The first hidden layer has 784 * 300 connection weights, with 300 bias tersm, adding up to 235500 parameters. A lot of flexibility to train the data, but could also overfit when there's not much training data.

Quite important to specify the input shape. Otherwise will need to wait - over-complication.

In [None]:
model.layers

In [None]:
model.layers[1].name

In [None]:
model.get_layer('dense_3').name

In [None]:
weights, biases = model.layers[1].get_weights()

print(weights.shape)
weights

In [None]:
print(biases.shape)
biases

The dense layer initialized the connection weights randomly (as required), and biases initialized to zeros. Use kernel_initilaizer for a different initialization method, or bias_initializer. 

In [None]:
### Compiling the Model

model.compile(loss='sparse_categorical_crossentropy',
              optimizer='sgd',
              metrics=['accuracy']) # Can also specify extra metrics to compute during training/evaluation

# Full list of losses, optimizers and metrics
# https://keras.io/api/losses/
# https://keras.io/api/optimizers/
# https://keras.io/api/metrics/

We use the sparse categorical crossentrophy oss since we have sparse labels (for each instance there is target classindex), and classes are exclusive. We can use keras.utils.to_categorical to convert sparse to one-hot vector labels. Vise versa use ng.argmax() with axis=1.
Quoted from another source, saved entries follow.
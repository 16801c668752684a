import { toEngineEquipment } from '../../../../shared/contracts/engine-equipment';
import type { EquipmentItem } from '../../../../shared/contracts/library';
import { overrideReasonSchema } from '../../../../shared/contracts/preparations';
import { earlierMakeUpInSameFlask, type PlanInput } from '../../../../shared/uncertainty';
import { isStepKind, STEP_KINDS, type StepKind } from '../../../../shared/contracts/step-kinds';
import { isStartKind } from './step-choices';
import { parseDecimal } from './parse-decimal';

export type ExtraSourceShape = 'normal' | 'rectangular' | 'triangular' | 'arcsine';

/** An extra named source as the editor holds it: the width as typed. */
export type DraftExtraSource = {
  key: string;
  name: string;
  effect: 'relative' | 'absolute';
  shape: ExtraSourceShape;
  /** Standard uncertainty for a normal source, half-width for the others. */
  amount: string;
};

/** One step as the editor holds it: library ids and the numbers as typed. */
export type DraftStep = {
  key: string;
  kind: StepKind;
  /** Library id of the balance, flask or pipette ('' while none is chosen). */
  equipmentId: string;
  /** Mass or volume as typed, in the unit `quantityUnit` gives (µL for a piston pipette, else STEP_KINDS[kind].quantity). */
  quantity: string;
  containerMassG: string;
  extraSources: DraftExtraSource[];
  /** A make-up in a flask an earlier step used: its earlier solution is bottled and the flask rinsed first. */
  flaskEmptiedBefore?: boolean;
};

/** The unit a step's quantity is typed in: a piston pipette's volume in µL, the unit of the item; else mL or g. */
export type QuantityUnit = 'g' | 'mL' | 'µL';

/** The unit the planner shows beside a step's quantity box, by the step's kind and the item chosen in it. */
export function quantityUnit(kind: StepKind, item: EquipmentItem | undefined): QuantityUnit | null {
  const quantity = STEP_KINDS[kind].quantity;
  if (quantity === null) return null;
  return kind === 'pipetteAliquot' && item?.kind === 'piston-pipette' ? 'µL' : quantity.unit;
}

/** Powers of ten from the unit typed to the unit the plan stores (volumeMl, …G): the one place µL meets mL. */
const TO_PLAN_POWER: Record<QuantityUnit, number> = { g: 0, mL: 0, µL: -3 };

/** A typed quantity as the plan stores it (µL → mL exactly: "250" → 0.25); null when empty, NaN when unreadable. */
export function quantityToPlan(text: string, unit: QuantityUnit): number | null {
  return parseDecimal(text, TO_PLAN_POWER[unit]);
}

/** A stored quantity as the planner shows it, in the unit typed (0.25 mL → "250" µL). */
function quantityFromPlan(value: unknown, unit: QuantityUnit): string {
  const stored = text(value);
  if (TO_PLAN_POWER[unit] === 0) return stored;
  const shown = parseDecimal(stored, -TO_PLAN_POWER[unit]);
  return shown === null || Number.isNaN(shown) ? stored : String(shown);
}

/**
 * A step with another balance, flask or pipette chosen. A one-mark pipette fills in its nominal volume; a volume
 * already typed keeps its meaning when the unit changes (1 mL becomes 1000 µL on choosing a piston pipette); a
 * new flask asks again whether an earlier solution was bottled.
 */
export function withEquipment(
  step: DraftStep,
  equipmentId: string,
  chosen: EquipmentItem | undefined,
  previous: EquipmentItem | undefined,
): DraftStep {
  const changed = { ...step, equipmentId, ...(step.kind === 'makeUpToVolume' ? { flaskEmptiedBefore: false } : {}) };
  if (step.kind !== 'pipetteAliquot') return changed;
  if (chosen?.kind === 'glass-pipette') return { ...changed, quantity: String(chosen.current.data.nominalMl) };
  const from = quantityUnit(step.kind, previous);
  const to = quantityUnit(step.kind, chosen);
  if (from === null || to === null || from === to) return changed;
  const inPlanUnit = quantityToPlan(step.quantity, from);
  return inPlanUnit === null || Number.isNaN(inPlanUnit)
    ? changed
    : { ...changed, quantity: quantityFromPlan(inPlanUnit, to) };
}

/** The earlier step that made a solution in the flask this make-up step chose, if any (the engine's own rule). */
export function earlierStepInSameFlask(steps: readonly DraftStep[], index: number): number | undefined {
  const flaskIds = steps.map((step) =>
    step.kind === 'makeUpToVolume' && step.equipmentId ? step.equipmentId : undefined,
  );
  return earlierMakeUpInSameFlask(flaskIds, index);
}

/** Everything the plan editor edits; turned into the engine's plan document for the budget and the server. */
export type PlanDraft = {
  title: string;
  materialId: string;
  analyte: string;
  outputUnit: string;
  labTemperatureC: string;
  steps: DraftStep[];
  /** Reasons for using an overdue or expired item, by library id. */
  overrides: Record<string, string>;
  seed: number;
};

let keyCounter = 0;
/** A key for a new step or source, unique within the page (React lists and focus). */
export const newKey = (prefix: string) => `${prefix}-${Date.now().toString(36)}-${(keyCounter += 1)}`;

/** A fresh 32-bit Monte Carlo seed. */
export function randomSeed(): number {
  return crypto.getRandomValues(new Uint32Array(1))[0];
}

export function emptyStep(kind: StepKind): DraftStep {
  return { key: newKey('step'), kind, equipmentId: '', quantity: '', containerMassG: '', extraSources: [] };
}

export function emptyDraft(seed: number = randomSeed()): PlanDraft {
  return {
    title: '',
    materialId: '',
    analyte: '',
    outputUnit: 'mg/L',
    labTemperatureC: '20',
    steps: [],
    overrides: {},
    seed,
  };
}

const isRecord = (value: unknown): value is Record<string, unknown> =>
  typeof value === 'object' && value !== null && !Array.isArray(value);
const text = (value: unknown) =>
  typeof value === 'number' && Number.isFinite(value) ? String(value) : typeof value === 'string' ? value : '';
const libraryIdOf = (value: unknown) => (isRecord(value) && typeof value.libraryId === 'string' ? value.libraryId : '');

function extraSourceFromPlan(source: unknown): DraftExtraSource | null {
  if (!isRecord(source) || !isRecord(source.distribution)) return null;
  const distribution = source.distribution;
  const shape = distribution.shape;
  if (shape !== 'normal' && shape !== 'rectangular' && shape !== 'triangular' && shape !== 'arcsine') return null;
  const amount =
    shape === 'normal'
      ? typeof distribution.standardUncertainty === 'number'
        ? distribution.standardUncertainty
        : Number(distribution.expandedUncertainty) / Number(distribution.coverageFactor)
      : distribution.halfWidth;
  return {
    key: newKey('source'),
    name: text(source.name),
    effect: source.effect === 'absolute' ? 'absolute' : 'relative',
    shape,
    amount: text(amount),
  };
}

/** Reads a stored plan document (or a route finder's plan) back into the editor, exactly as it was saved. */
export function draftFromPlan(
  plan: Record<string, unknown>,
  extras: { title: string; overrides: { libraryId: string; reason: string }[]; seed: number },
): PlanDraft {
  const settings = isRecord(plan.settings) ? plan.settings : {};
  const steps = Array.isArray(plan.steps) ? plan.steps.filter(isRecord) : [];
  const start = steps.find((step) => isStepKind(step.kind) && isStartKind(step.kind));
  return {
    title: extras.title,
    materialId: libraryIdOf(start?.material),
    analyte: isRecord(plan.analyte) ? text(plan.analyte.formula) : '',
    outputUnit: text(settings.outputUnit) || 'mg/L',
    labTemperatureC: text(settings.labTemperatureC) || '20',
    overrides: Object.fromEntries(extras.overrides.map((override) => [override.libraryId, override.reason])),
    seed: extras.seed,
    steps: steps
      .filter((step): step is Record<string, unknown> & { kind: StepKind } => isStepKind(step.kind))
      .map((step) => {
        const info = STEP_KINDS[step.kind];
        const piston = isRecord(step.pipette) && step.pipette.kind === 'pistonPipette';
        return {
          key: newKey('step'),
          kind: step.kind,
          equipmentId: info.slot ? libraryIdOf(step[info.slot.name]) : '',
          quantity: info.quantity
            ? quantityFromPlan(step[info.quantity.field], piston ? 'µL' : info.quantity.unit)
            : '',
          ...(step.flaskEmptiedBefore === true ? { flaskEmptiedBefore: true } : {}),
          containerMassG:
            step.containerMassG === undefined || step.containerMassG === 0 ? '' : text(step.containerMassG),
          extraSources: (Array.isArray(step.extraSources) ? step.extraSources : [])
            .map(extraSourceFromPlan)
            .filter((source) => source !== null),
        };
      }),
  };
}

function extraSourceToPlan(source: DraftExtraSource) {
  const amount = parseDecimal(source.amount) ?? Number.NaN;
  const distribution =
    source.shape === 'normal'
      ? { shape: 'normal', standardUncertainty: amount }
      : { shape: source.shape, halfWidth: amount };
  return { name: source.name.trim(), effect: source.effect, distribution };
}

function buildPlan(draft: PlanDraft, library: Map<string, EquipmentItem>, withTitle: boolean): PlanInput {
  // Each item inline from the library's current revision, with its libraryId and revisionId (an unknown id stays a bare reference).
  const writeEquipment = (id: string) => {
    const item = library.get(id);
    return item ? toEngineEquipment(item) : { libraryId: id };
  };
  const material = draft.materialId ? writeEquipment(draft.materialId) : undefined;
  const steps = draft.steps.map((step, index) => {
    const info = STEP_KINDS[step.kind];
    const out: Record<string, unknown> = { kind: step.kind };
    if (isStartKind(step.kind) && material) out.material = material;
    if (info.slot && step.equipmentId) out[info.slot.name] = writeEquipment(step.equipmentId);
    if (info.quantity) {
      const item = library.get(step.equipmentId);
      // A one-mark glass pipette delivers its nominal volume, whatever was typed.
      const glassVolume =
        step.kind === 'pipetteAliquot' && item?.kind === 'glass-pipette'
          ? (item.current.data.nominalMl as number)
          : undefined;
      const typed = quantityToPlan(step.quantity, quantityUnit(step.kind, item) ?? info.quantity.unit);
      out[info.quantity.field] = glassVolume ?? (typed === null ? undefined : typed);
    }
    // Said only of a flask an earlier step used: elsewhere there is nothing to bottle (and the engine refuses it).
    if (step.flaskEmptiedBefore && earlierStepInSameFlask(draft.steps, index) !== undefined)
      out.flaskEmptiedBefore = true;
    if (info.container) {
      const container = parseDecimal(step.containerMassG);
      if (container !== null) out.containerMassG = container;
    }
    out.extraSources = step.extraSources.map(extraSourceToPlan);
    return out;
  });
  const temperature = parseDecimal(draft.labTemperatureC);
  return {
    formatVersion: 1,
    ...(withTitle && draft.title.trim() ? { title: draft.title.trim() } : {}),
    analyte: { formula: draft.analyte.trim() },
    settings: {
      outputUnit: draft.outputUnit as PlanInput['settings']['outputUnit'],
      ...(temperature === null ? {} : { labTemperatureC: temperature }),
    },
    steps: steps as PlanInput['steps'],
  };
}

/** The plan with every item inline from the library's current revision, as the engine (and the server, after resolving) computes it; the title is left out, so renaming never restarts a calculation. */
export function enginePlan(draft: PlanDraft, library: Map<string, EquipmentItem>): PlanInput {
  return buildPlan(draft, library, false);
}

/** The plan to save, with its title; the server resolves every libraryId to the current revision again before computing. */
export function storedPlan(draft: PlanDraft, library: Map<string, EquipmentItem>): Record<string, unknown> {
  return buildPlan(draft, library, true);
}

/** The override reasons worth sending: items the plan uses, with a reason the server accepts (the shared schema). */
export function overridesToSave(draft: PlanDraft): { libraryId: string; reason: string }[] {
  const used = new Set([draft.materialId, ...draft.steps.map((step) => step.equipmentId)]);
  return Object.entries(draft.overrides)
    .filter(([libraryId, reason]) => used.has(libraryId) && overrideReasonSchema.safeParse(reason).success)
    .map(([libraryId, reason]) => ({ libraryId, reason: reason.trim() }));
}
For optimizer, sgd means we train the model using simple Stochastic Gradient Descent - Keras will do backpropagation (reverse-mode autodiff + Gradient Descent). There are more effecient optimizers.

Since it's classifier, useful to specify accuracy in training/evaluation.

In [None]:
history = model.fit(X_train, y_train, epochs=30,
                    validation_data = (X_valid, y_valid))

# Here 1719 is not the num of training samples but num of batches. It is default to 32 - 55000/32=1718.75.

NEURAL NETWORK TRAINED!

Each epoch, number of instances processed so far, mean training time, the loss and accuracy. With more epochs training loss decreases, and validation accuracy reaches 95%! (8% increase than book). 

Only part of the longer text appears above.